import type { Selectable } from 'kysely'
import type { FilmTable } from '../db/schema'
import type { Db } from '../platform/db'

export function filmsOfProgram(db: Db, programId: number): Promise<Selectable<FilmTable>[]> {
  return db.selectFrom('film').selectAll().where('program_id', '=', programId).orderBy('retired').orderBy('name').execute()
}

export function filmOfProgram(db: Db, programId: number, id: number): Promise<Selectable<FilmTable> | undefined> {
  return db.selectFrom('film').selectAll().where('id', '=', id).where('program_id', '=', programId).executeTakeFirst()
}
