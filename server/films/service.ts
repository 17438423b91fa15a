import { createError } from 'h3'
import type { Selectable } from 'kysely'
import type { z } from 'zod'
import type { FilmTable } from '../db/schema'
import type { Film } from '#shared/types/films'
import type { filmPatchSchema, filmSchema } from '#shared/utils/schemas'
import { inTransaction, type Db } from '../platform/db'
import { fieldError } from '../platform/http'
import type { Actor } from '../policy'
import { audit, by } from '../history/service'
import { filmOfProgram, filmsOfProgram } from './queries'

export type FilmInput = z.output<typeof filmSchema>
export type FilmPatch = z.output<typeof filmPatchSchema>

export const CHLORINE_REASON = 'Not chlorine-free: PVC ("vinyl") and other chlorinated plastics give off hydrogen chloride when lasered, which harms people and corrodes the machine. It can never be placed or cut.'

export function toFilm(r: Selectable<FilmTable>): Film {
  const notUsableBecause = !r.chlorine_free ? CHLORINE_REASON : r.retired ? 'Retired from the stock.' : null
  return {
    id: r.id, name: r.name, basePolymer: r.base_polymer, chlorineFree: r.chlorine_free, colour: r.colour,
    thicknessMm: r.thickness_mm, sheetWidthMm: r.sheet_width_mm, sheetHeightMm: r.sheet_height_mm, minFeatureMm: r.min_feature_mm,
    laserPowerPct: r.laser_power_pct, laserSpeedMmS: r.laser_speed_mm_s, laserPasses: r.laser_passes, retired: r.retired,
    usable: notUsableBecause === null, notUsableBecause,
  }
}

export async function listFilms(db: Db, actor: Actor): Promise<Film[]> {
  return (await filmsOfProgram(db, actor.programId)).map(toFilm)
}

function columns(i: FilmPatch) {
  const c = {
    name: i.name, base_polymer: i.basePolymer, chlorine_free: i.chlorineFree, colour: i.colour, thickness_mm: i.thicknessMm,
    sheet_width_mm: i.sheetWidthMm, sheet_height_mm: i.sheetHeightMm, min_feature_mm: i.minFeatureMm,
    laser_power_pct: i.laserPowerPct, laser_speed_mm_s: i.laserSpeedMmS, laser_passes: i.laserPasses, retired: i.retired,
  }
  return Object.fromEntries(Object.entries(c).filter(([, v]) => v !== undefined)) as Partial<typeof c>
}

/** The database's own refusals, as answers a mentor can act on. */
function explain(err: unknown): never {
  const e = err as { code?: string; constraint?: string }
  if (e.constraint === 'film_polymer_not_chlorinated') {
    throw fieldError(400, 'A film made of PVC or another chlorinated polymer cannot be marked chlorine-free.', 'chlorineFree', 'This polymer contains chlorine.')
  }
  if (e.constraint === 'film_name_unique') throw fieldError(409, 'There is a film of that name already.', 'name')
  if (e.code === '23503' && /chlorine/.test(e.constraint ?? '')) {
    throw createError({ statusCode: 409, message: 'This film is on placements or cut jobs, so it cannot be marked as not chlorine-free. Retire it instead and check those decals.' })
  }
  throw err
}

export async function createFilm(db: Db, actor: Actor, input: FilmInput): Promise<Film> {
  try {
    return await inTransaction(db, async (trx) => {
      const row = await trx.insertInto('film').values({
        program_id: actor.programId, name: input.name, base_polymer: input.basePolymer, chlorine_free: input.chlorineFree, colour: input.colour,
        thickness_mm: input.thicknessMm, sheet_width_mm: input.sheetWidthMm, sheet_height_mm: input.sheetHeightMm, min_feature_mm: input.minFeatureMm,
        laser_power_pct: input.laserPowerPct, laser_speed_mm_s: input.laserSpeedMmS, laser_passes: input.laserPasses, retired: input.retired,
      }).returningAll().executeTakeFirstOrThrow()
      await audit(trx, { ...by(actor), action: 'add-film', subject: 'film', subjectId: row.id, detail: { name: row.name, chlorineFree: row.chlorine_free } })
      return toFilm(row)
    })
  } catch (err) { explain(err) }
}

/** 404 for a film of another program (the SQL where). */
export async function updateFilm(db: Db, actor: Actor, id: number, patch: FilmPatch): Promise<Film> {
  const set = columns(patch)
  try {
    return await inTransaction(db, async (trx) => {
      const row = Object.keys(set).length
        ? await trx.updateTable('film').set(set).where('id', '=', id).where('program_id', '=', actor.programId).returningAll().executeTakeFirst()
        : await filmOfProgram(trx, actor.programId, id)
      if (!row) throw createError({ statusCode: 404, message: 'No such film.' })
      await audit(trx, { ...by(actor), action: 'update-film', subject: 'film', subjectId: id, detail: { ...patch, name: row.name } })
      return toFilm(row)
    })
  } catch (err) { explain(err) }
}
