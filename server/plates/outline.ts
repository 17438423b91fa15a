// Exact outlines for plates: glyph contours from the font, rectangles, and which closed curve
// is ink and which a hole.
import type opentype from 'opentype.js'
import type { ClosedCurve, Point, Segment } from '../pipeline/trace'
import { flattenCurve } from '../cutsheet/path'

/** A closed curve before we know whether it bounds ink or a hole. */
export interface Contour { segments: Segment[] }

/**
 * The contours of a glyph's outline, placed with its origin at (originX, baselineY) in mm,
 * y down, at `mmPerUnit` millimetres per font unit. Quadratic segments (TrueType outlines) are
 * raised to cubics exactly: C1 = P0 + ⅔(Q − P0), C2 = P2 + ⅔(Q − P2).
 */
export function glyphContours(glyph: opentype.Glyph, originX: number, baselineY: number, mmPerUnit: number): Contour[] {
  const at = (x: number, y: number): Point => ({ x: originX + x * mmPerUnit, y: baselineY - y * mmPerUnit })
  const contours: Contour[] = []
  let segments: Segment[] = []
  let start: Point | null = null
  let pos: Point | null = null
  const close = () => {
    if (start && pos && (pos.x !== start.x || pos.y !== start.y)) segments.push({ kind: 'line', from: pos, to: start })
    if (segments.length > 0) contours.push({ segments })
    segments = []
    start = pos = null
  }
  for (const c of glyph.path.commands) {
    if (c.type === 'M') { close(); start = pos = at(c.x, c.y); continue }
    if (c.type === 'Z') { close(); continue }
    if (!pos) throw new SyntaxError(`Glyph ${glyph.name ?? glyph.index}: a segment before any move.`)
    const to = at(c.x, c.y)
    if (c.type === 'L') {
      if (to.x !== pos.x || to.y !== pos.y) segments.push({ kind: 'line', from: pos, to })
    } else if (c.type === 'Q') {
      const q = at(c.x1, c.y1)
      const c1 = { x: pos.x + (2 / 3) * (q.x - pos.x), y: pos.y + (2 / 3) * (q.y - pos.y) }
      const c2 = { x: to.x + (2 / 3) * (q.x - to.x), y: to.y + (2 / 3) * (q.y - to.y) }
      segments.push({ kind: 'cubic', from: pos, c1, c2, to })
    } else {
      segments.push({ kind: 'cubic', from: pos, c1: at(c.x1, c.y1), c2: at(c.x2, c.y2), to })
    }
    pos = to
  }
  close()
  return contours
}

/** Kappa for a quarter circle as one cubic: 4(√2 − 1)/3 (radial error about 0.027 % of r). */
const KAPPA = (4 * (Math.SQRT2 - 1)) / 3

/** A rectangle at (x, y) of w × h mm, corners rounded by radius r (0 for square corners), clockwise on screen. */
export function rectangleContour(x: number, y: number, w: number, h: number, r: number): Contour {
  if (!(w > 0 && h > 0)) throw new RangeError('A rectangle needs a positive width and height.')
  if (!(r >= 0) || r > Math.min(w, h) / 2) throw new RangeError(`A corner radius must be between 0 and half the shorter side (${Math.min(w, h) / 2} mm).`)
  const x2 = x + w, y2 = y + h
  const line = (from: Point, to: Point): Segment => ({ kind: 'line', from, to })
  if (r === 0) {
    const a = { x, y }, b = { x: x2, y }, c = { x: x2, y: y2 }, d = { x, y: y2 }
    return { segments: [line(a, b), line(b, c), line(c, d), line(d, a)] }
  }
  const k = r * KAPPA
  const corner = (from: Point, c1: Point, c2: Point, to: Point): Segment => ({ kind: 'cubic', from, c1, c2, to })
  const p = {
    topL: { x: x + r, y }, topR: { x: x2 - r, y },
    rightT: { x: x2, y: y + r }, rightB: { x: x2, y: y2 - r },
    botR: { x: x2 - r, y: y2 }, botL: { x: x + r, y: y2 },
    leftB: { x, y: y2 - r }, leftT: { x, y: y + r },
  }
  const segments: Segment[] = []
  const straight = (from: Point, to: Point) => { if (from.x !== to.x || from.y !== to.y) segments.push(line(from, to)) }
  straight(p.topL, p.topR)
  segments.push(corner(p.topR, { x: x2 - r + k, y }, { x: x2, y: y + r - k }, p.rightT))
  straight(p.rightT, p.rightB)
  segments.push(corner(p.rightB, { x: x2, y: y2 - r + k }, { x: x2 - r + k, y: y2 }, p.botR))
  straight(p.botR, p.botL)
  segments.push(corner(p.botL, { x: x + r - k, y: y2 }, { x, y: y2 - r + k }, p.leftB))
  straight(p.leftB, p.leftT)
  segments.push(corner(p.leftT, { x, y: y + r - k }, { x: x + r - k, y }, p.topL))
  return { segments }
}

/** Even-odd point-in-polygon test (ray casting to +x). */
function inside(p: Point, polygon: Point[]): boolean {
  let odd = false
  for (let i = 0, j = polygon.length - 1; i < polygon.length; j = i++) {
    const a = polygon[i]!, b = polygon[j]!
    if ((a.y > p.y) !== (b.y > p.y) && p.x < ((b.x - a.x) * (p.y - a.y)) / (b.y - a.y) + a.x) odd = !odd
  }
  return odd
}

/**
 * Ink or hole for each contour, as the even-odd fill rule paints them: a contour inside an even
 * number of others bounds ink (+1), inside an odd number a hole (−1). Contours must not cross
 * (true of the fonts we ship, checked in the tests, and of rectangles around them).
 */
export function signByNesting(contours: Contour[], toleranceMm = 0.01): ClosedCurve[] {
  const polygons = contours.map((c) => flattenCurve(c, toleranceMm))
  return contours.map((c, i) => {
    const probe = c.segments[0]!.from
    let depth = 0
    polygons.forEach((poly, j) => { if (j !== i && poly.length >= 3 && inside(probe, poly)) depth++ })
    return { sign: depth % 2 === 0 ? 1 : -1, segments: c.segments }
  })
}
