describe('placing a layered decal', () => {
  it('offers each layer with its colour and the cleared films nearest it first', async () => {
    const r = await mentor.get(`/api/robots/${robotId}/approved-revisions`)
    expect(r.status).toBe(200)
    const rev = r.body.find((x: { revisionId: number }) => x.revisionId === revisionId)
    expect(rev.layers.map((l: { name: string }) => l.name)).toEqual(['red background', 'white numerals'])
    // Red ink: the red film first; white ink: the white film first (CIEDE2000, checked against
    // scikit-image in tests/unit/server/robots/film-colours.test.ts). PVC and the unapproved film never.
    expect(rev.layers[0].suggestedFilmIds[0]).toBe(films.red)
    expect(rev.layers[1].suggestedFilmIds[0]).toBe(films.white)
    for (const l of rev.layers) expect(l.suggestedFilmIds).not.toContain(program.films.pvc)
    for (const l of rev.layers) expect(l.suggestedFilmIds).not.toContain(program.films.pu)
  })

  it('refuses PVC or an unapproved film for any layer in a sentence naming the layer, and stores nothing', async () => {
    const before = await placementCount()
    const base = { robotId, revisionId, spot: 'front bumper', side: 'front', widthMm: revisionWidth, quantity: 1, spares: 0 }
    const pvc = await mentor.post('/api/placements', { ...base, layerFilmIds: [films.red, program.films.pvc] })
    expect(pvc.status).toBe(422)
    expect(pvc.body.message).toMatch(/^Layer 2 \(white numerals\): /)
    expect(pvc.body.data.fieldErrors.layerFilmIds[0]).toBe('Never cut this film.')
    const pu = await mentor.post('/api/placements', { ...base, layerFilmIds: [program.films.pu, films.white] })
    expect(pu.status).toBe(422)
    expect(pu.body.message).toMatch(/^Layer 1 \(red background\): .*approval/)
    const short = await mentor.post('/api/placements', { ...base, layerFilmIds: [films.red] })
    expect(short.status).toBe(400)
    expect(short.body.message).toMatch(/2 layers/)
    expect(await placementCount()).toBe(before)
  })

  it('answers 404 for another program\'s robot, and never lets another program see the jobs', async () => {
    const r = await mentor.post('/api/placements', { robotId: otherRobot, revisionId, layerFilmIds: [films.red, films.white], spot: 'x', widthMm: 100, quantity: 1 })
    expect(r.status).toBe(404)
    const stranger = await signedIn(other.emails.get(other.teams[0].operator)!, PASSWORD)
    const mine = await testDb().selectFrom('job').select('id').orderBy('id', 'desc').limit(1).executeTakeFirst()
    if (mine) expect((await stranger.get(`/api/jobs/${mine.id}`)).status).toBe(404)
  })

  let jobs: { id: number; layer: number; orderId: number }[]
  let placementId: number
  it('queues one order of one job per layer, each in its layer\'s film', async () => {
    const r = await mentor.post('/api/placements', { robotId, revisionId, layerFilmIds: [films.red, films.white], spot: 'front bumper', side: 'front', widthMm: revisionWidth, quantity: 1, spares: 1 })
    expect(r.status, JSON.stringify(r.body)).toBe(201)
    placementId = r.body.id
    expect(r.body.layers.map((l: { name: string; film: { id: number } }) => [l.name, l.film.id])).toEqual([['red background', films.red], ['white numerals', films.white]])
    jobs = r.body.jobs
    expect(jobs.map((j) => j.layer)).toEqual([0, 1])
    expect(new Set(jobs.map((j) => j.orderId)).size).toBe(1)
    const rows = await testDb().selectFrom('job').select(['id', 'film_id', 'layer', 'quantity']).where('placement_id', '=', placementId).orderBy('layer').execute()
    expect(rows.map((j) => [j.layer, j.film_id, j.quantity])).toEqual([[0, films.red, 2], [1, films.white, 2]])
    const job = (await operator.get(`/api/jobs/${jobs[1]!.id}`)).body
    expect(job.layer).toMatchObject({ position: 1, count: 2, name: 'white numerals' })
    expect(job.layer.order.map((j: { id: number }) => j.id)).toEqual(jobs.map((j) => j.id))
    expect(job.film.id).toBe(films.white)
  })

  it('mails the operators once for the order, listing every layer with its film, copies and a link to its job', async () => {
    const email = program.emails.get(program.teams[0].operator)!
    const robotName = `Layer bot ${stamp}`
    const mails = (await deliveredTo(email)).filter((m) => /^New cut job/.test(m.subject ?? '') && (m.subject ?? '').includes(robotName))
    expect(mails.map((m) => m.subject)).toEqual([expect.stringMatching(/^New cut job: 2 × Plate 3141: .* in 2 layers$/)])
    const text = mails[0]!.text ?? ''
    expect(text).toContain(`Layer 1 of 2 (bottom): red background, 2 copies in Layer Signal red ${stamp}`)
    expect(text).toContain(`Layer 2 of 2: white numerals, 2 copies in Layer Bright white ${stamp}`)
    for (const j of jobs) expect(text).toContain(`/lab/jobs/${j.id}`)
  })

  it('a layer job\'s cut length and time include its registration marks, as measured on the layer\'s own SVG', async () => {
    const revision = (await mentor.get(`/api/revisions/${revisionId}`)).body
    for (const j of jobs) {
      const d = (await operator.get(`/api/jobs/${j.id}`)).body
      const layer = d.layer.layers.find((l: { position: number }) => l.position === d.layer.position)
      const svg = await file(operator, layer.vectorUrl)
      expect(svg.status).toBe(200)
      // Every outline of the layer's vector as cut, the marks included, measured by
      // svg-path-properties (npm), a general-purpose SVG path-length library: the paths' length,
      // and an outline wherever a part does not start where the last one ended.
      const mmPerUnit = Number(/\bwidth="([\d.]+)mm"/.exec(svg.body)![1]) / Number(/\bviewBox="[\d.-]+ [\d.-]+ ([\d.]+)/.exec(svg.body)![1])
      let lengthMm = 0, outlines = 0
      for (const [, path] of svg.body.matchAll(/<path\b[^>]*\bd="([^"]+)"/g)) {
        const props = new svgPathProperties(path!)
        lengthMm += props.getTotalLength() * mmPerUnit
        let last: { x: number; y: number } | null = null
        for (const part of props.getParts()) {
          if (!last || Math.hypot(part.start.x - last.x, part.start.y - last.y) > 1e-6) outlines++
          last = part.end
        }
      }
      const scale = d.placement.widthMm / revisionWidth
      // The layer's own measurements leave the marks out; the job adds them: three rings 6 mm
      // across with their dots, over 30 mm of cut each, far beyond the tolerance below.
      const design = revision.layers[d.layer.position].measurements.cutLengthMm * scale
      expect(d.cutLengthMm - design).toBeGreaterThan(90)
      const { laserSpeedMmS: speed, laserPasses: passes } = d.film
      // Per copy, within 0.1 % of the measured path (the SVG's coordinates are rounded to 0.01 mm).
      expect(Math.abs(d.cutLengthMm - lengthMm * scale)).toBeLessThanOrEqual(0.001 * lengthMm * scale)
      // The estimate as shared/utils/cut-time.ts states it, worked from the measured figures.
      const expected = (lengthMm * scale * d.quantity * passes) / speed + outlines * d.quantity * passes * MOVE_ALLOWANCE_S
      expect(Math.abs(d.estimate.seconds - expected)).toBeLessThanOrEqual(0.001 * expected)
      expect(d.estimate.how).toMatch(/the registration marks' \d+ mm included/)
    }
  })

  it('cuts each layer\'s own vector with the registration marks at the same place relative to the design\'s copy', async () => {
    // The layout with the same options as the files: no kerf, so each copy's box is its drawn box.
    const details = await Promise.all(jobs.map(async (j) => (await operator.get(`/api/jobs/${j.id}?kerf=0`)).body))
    const svgs = await Promise.all(jobs.map((j) => file(operator, `/api/jobs/${j.id}/cut-sheet.svg?kerf=0`)))
    const dxfs = await Promise.all(jobs.map((j) => file(operator, `/api/jobs/${j.id}/cut-sheet.dxf?kerf=0`)))
    for (const f of [...svgs, ...dxfs]) expect(f.status).toBe(200)
    // The layers differ (background against numerals) ...
    expect(svgs[0]!.body).not.toBe(svgs[1]!.body)
    // ... and each carries three marks (a ring and a dot each) in the design's own coordinates.
    const inDesign = svgs.map((s) => svgDesignSmallCentres(s.body))
    expect(inDesign[0]).toHaveLength(6)
    expect(inDesign[1]).toHaveLength(inDesign[0]!.length)
    inDesign[1]!.forEach((c, i) => {
      expect(Math.abs(c[0]! - inDesign[0]![i]![0]!)).toBeLessThanOrEqual(0.01)
      expect(Math.abs(c[1]! - inDesign[0]![i]![1]!)).toBeLessThanOrEqual(0.01)
    })
    // In the DXF, on the sheet (y up from the sheet's lower edge): relative to each copy's box in
    // the job's layout (y down), every copy of every layer has its marks in the same place.
    const perCopy: number[][][][] = dxfs.map((f, k) => {
      const d = details[k]!
      const copies = d.layout.copies.filter((c: { sheet: number }) => c.sheet === 1)
      const found = copies.map(() => [] as number[][])
      for (const [x, yUp, w] of dxfSmallCentres(f.body)) {
        const y = d.film.sheetHeightMm - yUp!
        const i = copies.findIndex((c: { box: { x: number; y: number; width: number; height: number } }) =>
          x! >= c.box.x && x! <= c.box.x + c.box.width && y >= c.box.y && y <= c.box.y + c.box.height)
        expect(i, `a mark at (${x}, ${y}) outside every copy`).toBeGreaterThanOrEqual(0)
        found[i]!.push([x! - copies[i].box.x, y - copies[i].box.y, w!])
      }
      return found.map(byMark)
    })
    expect(perCopy[0]).toHaveLength(2)
    const first = perCopy[0]![0]!
    expect(first).toHaveLength(6)
    for (const layer of perCopy) {
      for (const marks of layer) {
        expect(marks).toHaveLength(6)
        marks.forEach((c, i) => {
          expect(Math.abs(c[0]! - first[i]![0]!)).toBeLessThanOrEqual(0.01)
          expect(Math.abs(c[1]! - first[i]![1]!)).toBeLessThanOrEqual(0.01)
        })
      }
    }
    // And where the design's own coordinates put them (the SVG's definition), for unturned copies.
    if (!details[0]!.layout.turned) {
      first.forEach((c, i) => {
        expect(Math.abs(c[0]! - inDesign[0]![i]![0]!)).toBeLessThanOrEqual(0.01)
        expect(Math.abs(c[1]! - inDesign[0]![i]![1]!)).toBeLessThanOrEqual(0.01)
      })
    }
  })

  it('in different films, the layers never share a batch', async () => {
    const r = await operator.post('/api/batches', { jobIds: jobs.map((j) => j.id) })
    expect(r.status).toBeGreaterThanOrEqual(400)
    expect(r.status).toBeLessThan(500)
  })

  it('a reprint of one damaged layer queues that layer alone; a failed cut recuts only its layer, in the same order', async () => {
    const one = await student.post(`/api/placements/${placementId}/reprints`, { quantity: 1, reason: 'numerals scraped', layer: 1 })
    expect(one.status, JSON.stringify(one.body)).toBe(201)
    expect(one.body.jobIds).toHaveLength(1)
    const whole = await student.post(`/api/placements/${placementId}/reprints`, { quantity: 1, reason: 'torn off' })
    expect(whole.body.jobIds).toHaveLength(2)
    const made = await testDb().selectFrom('job').select(['id', 'layer', 'film_id', 'order_id']).where('id', 'in', [...one.body.jobIds, ...whole.body.jobIds]).orderBy('id').execute()
    expect(made.map((j) => [j.layer, j.film_id])).toEqual([[1, films.white], [0, films.red], [1, films.white]])
    const failed = await operator.post(`/api/jobs/${jobs[1]!.id}/failure`, { failure: 'lifted', sheetsUsed: 1 })
    expect(failed.status, JSON.stringify(failed.body)).toBe(200)
    const recut = await testDb().selectFrom('job').select(['layer', 'film_id', 'order_id', 'kind']).where('recut_of', '=', jobs[1]!.id).executeTakeFirstOrThrow()
    expect(recut).toEqual({ layer: 1, film_id: films.white, order_id: jobs[1]!.orderId, kind: 'recut' })
  })

  it('counts spares by the bottom layer: cutting the numerals adds none, cutting the background adds its copies', async () => {
    const onHand = async () => (await testDb().selectFrom('placement').select('spares_on_hand').where('id', '=', placementId).executeTakeFirstOrThrow()).spares_on_hand
    const before = await onHand()
    const recut = await testDb().selectFrom('job').select('id').where('recut_of', '=', jobs[1]!.id).executeTakeFirstOrThrow()
    expect((await operator.post(`/api/jobs/${recut.id}/state`, { state: 'cut', sheetsUsed: 1 })).status).toBe(200)
    expect(await onHand()).toBe(before)
    expect((await operator.post(`/api/jobs/${jobs[0]!.id}/state`, { state: 'cut', sheetsUsed: 1 })).status).toBe(200)
    expect(await onHand()).toBe(before + 2)
  })

  it('editing the placement queues the extra copies as one order of a job per layer, each in its film', async () => {
    const r = await mentor.patch(`/api/placements/${placementId}`, { quantity: 2 })
    expect(r.status, JSON.stringify(r.body)).toBe(200)
    expect(r.body.queuedJobIds).toHaveLength(2)
    const made = await testDb().selectFrom('job').select(['layer', 'film_id', 'order_id', 'kind', 'quantity']).where('id', 'in', r.body.queuedJobIds).orderBy('layer').execute()
    expect(made.map((j) => [j.kind, j.layer, j.film_id, j.quantity])).toEqual([['extra', 0, films.red, 1], ['extra', 1, films.white, 1]])
    expect(made[0]!.order_id).toBe(made[1]!.order_id)
  })

  it('the event kit mails the operators once for every job it queues', async () => {
    const kitRobot = (await mentor.post('/api/robots', { teamId: program.teams[0].id, name: `Kit bot ${stamp}`, season: '2025–26' })).body.id
    for (const [side, spot] of [['front', 'front bumper'], ['back', 'back bumper']]) {
      const p = await mentor.post('/api/placements', { robotId: kitRobot, revisionId, layerFilmIds: [films.red, films.white], spot, side, widthMm: revisionWidth, quantity: 1, spares: 1 })
      expect(p.status, JSON.stringify(p.body)).toBe(201)
    }
    const kit = await student.post(`/api/robots/${kitRobot}/event-kit`)
    expect(kit.status, JSON.stringify(kit.body)).toBe(201)
    // Two plates of two layers each: four reprint jobs, in one request.
    expect(kit.body.jobIds).toHaveLength(4)
    const email = program.emails.get(program.teams[0].operator)!
    const mine = (await deliveredTo(email)).filter((m) => (m.subject ?? '').includes(`Kit bot ${stamp}`))
    expect(mine.filter((m) => /^New cut job/.test(m.subject ?? ''))).toHaveLength(2)
    const kitMails = mine.filter((m) => /^Reprint/.test(m.subject ?? ''))
    expect(kitMails.map((m) => m.subject)).toEqual([`Reprint: 4 jobs for Kit bot ${stamp}`])
    const text = kitMails[0]!.text ?? ''
    for (const id of kit.body.jobIds as number[]) expect(text).toContain(`/lab/jobs/${id}`)
    expect(text).toContain('for the back bumper, layer 2 of 2: white numerals: 1 copy in Layer Bright white')
  })

  it('removing the placement cancels every layer\'s queued jobs', async () => {
    const r = await mentor.request('DELETE', `/api/placements/${placementId}`, { reason: 'new bumper' })
    expect(r.status, JSON.stringify(r.body)).toBe(200)
    const left = await testDb().selectFrom('job').select('id').where('placement_id', '=', placementId).where('state', '=', 'queued').execute()
    expect(left).toEqual([])
  })
})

━━━━━━━━━━

### [What you have to do]
Everything above from the line containing "if ((a.y > p.y)" down to the line containing "polygons.forEach((poly, j) =>" is to be transcribed exactly, with both of those lines included and nothing else added.

### [Answer box]
    if ((a.y > p.y) !== (b.y > p.y) && p.x < ((b.x - a.x) * (p.y - a.y)) / (b.y - a.y) + a.x) odd = !odd
  }
  return odd
}

/**
 * Ink or hole for each contour, as the even-odd fill rule paints them: a contour inside an even
 * number of others bounds ink (+1), inside an odd number a hole (−1). Contours must not cross
 * (true of the fonts we ship, checked in the tests, and of rectangles around them).
 */
export function signByNesting(contours: Contour[], toleranceMm = 0.01): ClosedCurve[] {
  const polygons = contours.map((c) => flattenCurve(c, toleranceMm))
  return contours.map((c, i) => {
    const probe = c.segments[0]!.from
    let depth = 0
    polygons.forEach((poly, j) => { if (j !== i && poly.length >= 3 && inside(probe, poly)) depth++ })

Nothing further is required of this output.